TASK TO COMPLETE
The lines to be copied are those below that contain "runs".

Stored items from a collection

* * * * * * *

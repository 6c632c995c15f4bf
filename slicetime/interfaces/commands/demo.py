"""``slicetime demo``: the whole job on a small invented study."""

from __future__ import annotations

import sys
from pathlib import Path

import click

from slicetime.interfaces.commands.shared import friendly, interrupted, starting


@click.command()
@click.option("--out", type=click.Path(path_type=Path, file_okay=False), default=Path(
    "demo-output"), show_default=True, help="Folder for the invented dataset and reports.")
@friendly
def demo(out: Path) -> None:
    """Run the whole job on a small invented study (audit, verify, fix, correct)."""
    with starting("demo"):
        from slicetime.interfaces.demo_tour import DemoInterrupted, run_demo

    try:
        code = run_demo(out)
    except DemoInterrupted as stop:  # one line: the step, and what the folder holds
        interrupted(stop.what)
    sys.exit(code)
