"""``slicetime verify FILES``: each run's claimed slice order against its image data."""

from __future__ import annotations

import sys
from pathlib import Path

import click

from slicetime.interfaces.commands.shared import EXIT_FINDINGS, EXIT_USAGE, UserError, friendly


@click.command()
@click.argument("files", nargs=-1, required=True, type=click.Path(path_type=Path))
@click.option("--format", "fmt", type=click.Choice(["text", "json"]), default="text",
              show_default=True, help="Report format on stdout.")
@friendly
def verify(files: tuple[Path, ...], fmt: str) -> None:
    """Check each run's claimed slice order against its own image data.

    Verdicts: supported, consistent (fits, but another order fits about as
    well), contradicted (naming the order that fits better) or undecidable. Timing
    in milliseconds is reported and the order verified in seconds. Exit 1 when any
    run is contradicted or has timing in milliseconds, 2 when a file cannot be read.
    """
    from slicetime.interfaces.report_json import dumps, verdict_of, verify_object
    from slicetime.pipelines.verify import verify_run
    from slicetime.readers.dataset import find_root
    from slicetime.readers.errors import ReadError, check_regular_file

    outcomes = []
    unreadable: list[dict[str, str]] = []
    for file in files:
        if file.is_dir():
            raise UserError(f"{file}: a folder; verify takes run files (to check every run "
                            f"under a folder: slicetime audit {file} --verify)")
        try:
            check_regular_file(file, str(file), what="image")
            path = file if file.is_absolute() else file.absolute()
            _, outcome = verify_run(find_root(path.parent), path)
        except ReadError as exc:
            click.echo(f"slicetime: {exc.message}", err=True)
            unreadable.append({"file": str(file), "code": exc.code, "message": exc.message})
            continue
        outcomes.append(outcome)
        if fmt == "text":
            finding = outcome.finding
            for note in outcome.units:
                click.echo(f"{'units':<12} {note.message}")
            click.echo(f"{finding.code.split('/')[1]:<12} {finding.message}")
            if outcome.decision is not None and outcome.decision.verdict != "supported":
                d = outcome.decision
                click.echo(f"{'':<12} best: {d.best_name} (score {d.best_score:.3f}; claimed "
                           f"{d.claimed_score:.3f}; shuffled orders {d.null_score:.3f})")
    verdicts = [verdict_of(o) for o in outcomes]
    if fmt == "json":
        click.echo(dumps(verify_object(outcomes, unreadable)))
    if unreadable:
        sys.exit(EXIT_USAGE)
    units = any(o.units for o in outcomes)
    sys.exit(EXIT_FINDINGS if "contradicted" in verdicts or units else 0)
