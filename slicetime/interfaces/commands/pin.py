"""``slicetime pin``: the dataset's protocol, as it is, written as a lab policy."""

from __future__ import annotations

import os
from pathlib import Path

import click

from slicetime.interfaces.commands.shared import (
    UserError,
    friendly,
    interrupted,
    starting,
    walking_options,
)
from slicetime.interfaces.screen import say


@click.command()
@click.argument("paths", nargs=-1, required=True, type=click.Path(path_type=Path))
@click.option("--output", type=click.Path(path_type=Path, dir_okay=False),
              help="Write the policy to this file (refused when it exists) instead of "
              "standard output.")
@walking_options("pin")
@friendly
def pin(paths: tuple[Path, ...], output: Path | None, include_derivatives: bool,
        include_sourcedata: bool, include_hidden: bool) -> None:
    """Write the protocol the runs under PATHS share as a lab policy (TOML).

    Per task and acquisition: the TR, slice count, scheme, multiband factor and
    slice encoding direction that a majority of the runs has; the runs that
    disagree are listed as comments under their entry. Review the file and keep
    it as slicetime-policy.toml at the dataset root: later deviations then fail
    the audit (policy/* findings). Nothing in the dataset is changed.
    """
    with starting("pin"):
        from slicetime.pipelines.pin import pin_protocols, policy_text
        from slicetime.pipelines.signals import test_point

    try:
        test_point("pin:audit")
        entries, untasked = pin_protocols(
            list(paths), include_derivatives=include_derivatives,
            include_sourcedata=include_sourcedata, include_hidden=include_hidden)
        text = policy_text(entries, ", ".join(p.as_posix() for p in paths), untasked)
    except KeyboardInterrupt:
        interrupted("while the runs were audited; no policy written")
    if output is None:
        try:
            test_point("pin:print")
            click.echo(text, nl=False)
        except KeyboardInterrupt:
            interrupted("while the policy was printed; what was printed may be cut short "
                        "(no file written)")
        return
    try:
        with open(output, "x", encoding="utf-8") as fh:  # never over an existing file
            try:
                test_point("pin:write")
                fh.write(text)
            except KeyboardInterrupt:
                fh.close()
                try:  # made by this open ("x"): a cut-short policy is no policy
                    os.unlink(output)
                except OSError:
                    interrupted(f"while the policy was written; {os.fspath(output)} may be "
                                "cut short: remove it")
                interrupted(f"while the policy was written; {os.fspath(output)} removed, "
                            "no policy written")
    except FileExistsError:
        raise UserError(f"{output}: already exists; pin writes a new file (remove it or "
                        "choose another name)") from None
    except OSError as exc:
        raise UserError(f"{output}: cannot write the policy ({exc.strerror or exc})") from None
    from slicetime.words import agree, count

    disagreeing = sum(len({p for p, _, _ in e.disagreeing}) for e in entries)
    written = sum(1 for e in entries if e.values)
    say(f"{os.fspath(output)}: {count(written, 'protocol')} written; "
        f"{count(disagreeing, 'run')} {agree(disagreeing, 'disagrees')} with them "
        "(listed in the file)", err=True)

* * * * * * *

SOLUTION
    """Write the protocol the runs under PATHS share as a lab policy (TOML).
    slice encoding direction that a majority of the runs has; the runs that
        interrupted("while the runs were audited; no policy written")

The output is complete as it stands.